== Provided records ==
▼▼▼

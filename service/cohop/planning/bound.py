"""A proven lower bound on the linearised objective by column generation.

Relaxation ("sliding-window patterns"). Cut the band into the C + L - 1
windows of L consecutive channels (padding the edges with unusable virtual
channels). A *pattern* says which systems use each of a window's L channels.
Every pair of channel uses at offset d < L lies in L - d windows, so giving
it weight 1 / (L - d) in each (and each channel's own cost weight 1 / L)
makes the sum over the windows of a plan exactly its linearised objective,
less the pairs at offsets >= L. Forgetting that neighbouring windows must
agree on the channels they share leaves a linear program over pattern counts:

    min  sum cost(p) n_p
    s.t. sum_{p in class P} n_p = m_P          (windows of each kind)
         sum_p uses_v(p) n_p = L N_v           (each channel lies in L windows)

whose optimum is at most the best plan's objective. Part of the agreement
is kept: for each channel type and system, windows must hold the system at
offset i as often as at offset i + 1 (both count the same channels), which
every plan satisfies. Windows whose channels look the same to every system
(same allowed systems, pins, interferer costs) form one class, so the LP
stays small; it is solved with GLOP, and columns are priced per class by a
small quadratic 0-1 problem over (offset, system) booleans (`_Pricing`:
enumeration, a flip heuristic, or branch and bound; CP-SAT was tried for it
and was far slower on these tiny dense problems). At any iteration the
Lagrangian bound
    z_LP + sum_P m_P min_p reduced_cost(p)
is valid when every class was priced exactly, so the bound is reported even
if the loop stops early. With L = 1 this is the aggregated model with one
count per subset of systems (Dantzig-Wolfe on channels). A pair of channel
uses at offset d costs pair_coef x offset_harm[d] (`linear.pair_costs`); the
constant part of the harm (`inst.constant_harm`) is paid whatever the plan
and added as a constant.
"""

from __future__ import annotations

import math
from dataclasses import dataclass

import numpy as np
from ortools.linear_solver import pywraplp

from cohop.planning import pricing_kernels
from cohop.planning.instance import PlanningInstance
from cohop.planning.linear import constant_costs, pair_costs

Pattern = tuple[frozenset, ...]


@dataclass
class BoundResult:
    bound: float  # proven lower bound on the linearised objective
    window: int  # L
    iterations: int
    columns: int
    converged: bool
    work: float = 0.0  # pricing operations spent (the deterministic work count)
    #: The master LP's last duals of the use rows, per channel use (L times the per-window dual): the value of
    #: one more channel of each system, the channel-count multipliers `planning.lagrange` starts from.
    multipliers: np.ndarray | None = None
    #: Worst-system objective: the LP's duals of the victim rows (weights on the systems, summing to 1).
    victim_weights: np.ndarray | None = None
    #: Every (window class, pattern) column the LP held: a later call on the same instance and window length
    #: starts from them (`lower_bound(columns=...)`) and so continues where this one stopped.
    pool: tuple = ()


def _channel_types(inst: PlanningInstance) -> list[tuple]:
    allowed = inst.allowed | inst.pinned
    node = np.round(inst.interferer_cost, 12)
    return [(tuple(allowed[:, c]), tuple(inst.pinned[:, c]), tuple(node[:, c])) for c in range(inst.n_channels)]


class _Classes:
    def __init__(self, inst: PlanningInstance, length: int):
        types = _channel_types(inst)
        type_id: dict[tuple, int] = {}
        ids = [type_id.setdefault(t, len(type_id)) for t in types]
        self.type_channel = {i: c for c, i in reversed(list(enumerate(ids)))}  # a representative channel
        self.key_of_position: list[tuple] = []
        for p in range(-(length - 1), inst.n_channels):
            self.key_of_position.append(tuple(ids[c] if 0 <= c < inst.n_channels else -1
                                              for c in range(p, p + length)))
        self.counts: dict[tuple, int] = {}
        for key in self.key_of_position:
            self.counts[key] = self.counts.get(key, 0) + 1


class _Costs:
    """Pattern costs: weighted (sum mode) or per victim (worst mode)."""

    def __init__(self, inst: PlanningInstance, length: int):
        self.inst, self.length = inst, length
        omega = 1.0 / (length - np.arange(length))  # a pair at offset d lies in L - d windows
        #: [d, v, a]: to victim v per pair of channel uses at offset d < L, in one window
        self.unit = np.moveaxis(pair_costs(inst, length), 2, 0) * omega[:, None, None]
        self.node = inst.node_coef()

    def pair(self, d: int, v: int, a: int) -> float:
        """What one pair (v, a) at offset d in a window costs victim v (0 beyond its varying harm)."""
        return float(self.unit[d, v, a])

    def per_victim(self, pattern: Pattern, key: tuple, classes: _Classes) -> np.ndarray:
        inst = self.inst
        on = np.zeros((self.length, inst.n_systems))
        for i, members in enumerate(pattern):
            on[i, list(members)] = 1.0
        out = np.zeros(inst.n_systems)
        for i in range(self.length):
            if key[i] >= 0:
                out += on[i] * self.node[:, classes.type_channel[key[i]]] / self.length
        for d in range(self.length):
            lo, hi = on[:self.length - d], on[d:]  # positions i and i + d
            out += (lo * (hi @ self.unit[d].T)).sum(axis=0)
            if d:
                out += (hi * (lo @ self.unit[d].T)).sum(axis=0)
        return out

    def constant_per_victim(self) -> np.ndarray:
        return constant_costs(self.inst)


def _uses(pattern: Pattern, n_systems: int) -> np.ndarray:
    u = np.zeros(n_systems)
    for members in pattern:
        for v in members:
            u[v] += 1
    return u


def _plan_patterns(x: np.ndarray, length: int) -> list[Pattern]:
    s, c = x.shape
    out = []
    for p in range(-(length - 1), c):
        out.append(tuple(frozenset(np.flatnonzero(x[:, k]).tolist()) if 0 <= k < c else frozenset()
                         for k in range(p, p + length)))
    return out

▲▲▲

== What is required ==
Once you reach the line that holds "def _plan_patterns(x: np.ndarray, length: int)", print it and every line after it through the end of the records, word for word.

== Result of the task ==
def _plan_patterns(x: np.ndarray, length: int) -> list[Pattern]:
    s, c = x.shape
    out = []
    for p in range(-(length - 1), c):
        out.append(tuple(frozenset(np.flatnonzero(x[:, k]).tolist()) if 0 <= k < c else frozenset()
                         for k in range(p, p + length)))
    return out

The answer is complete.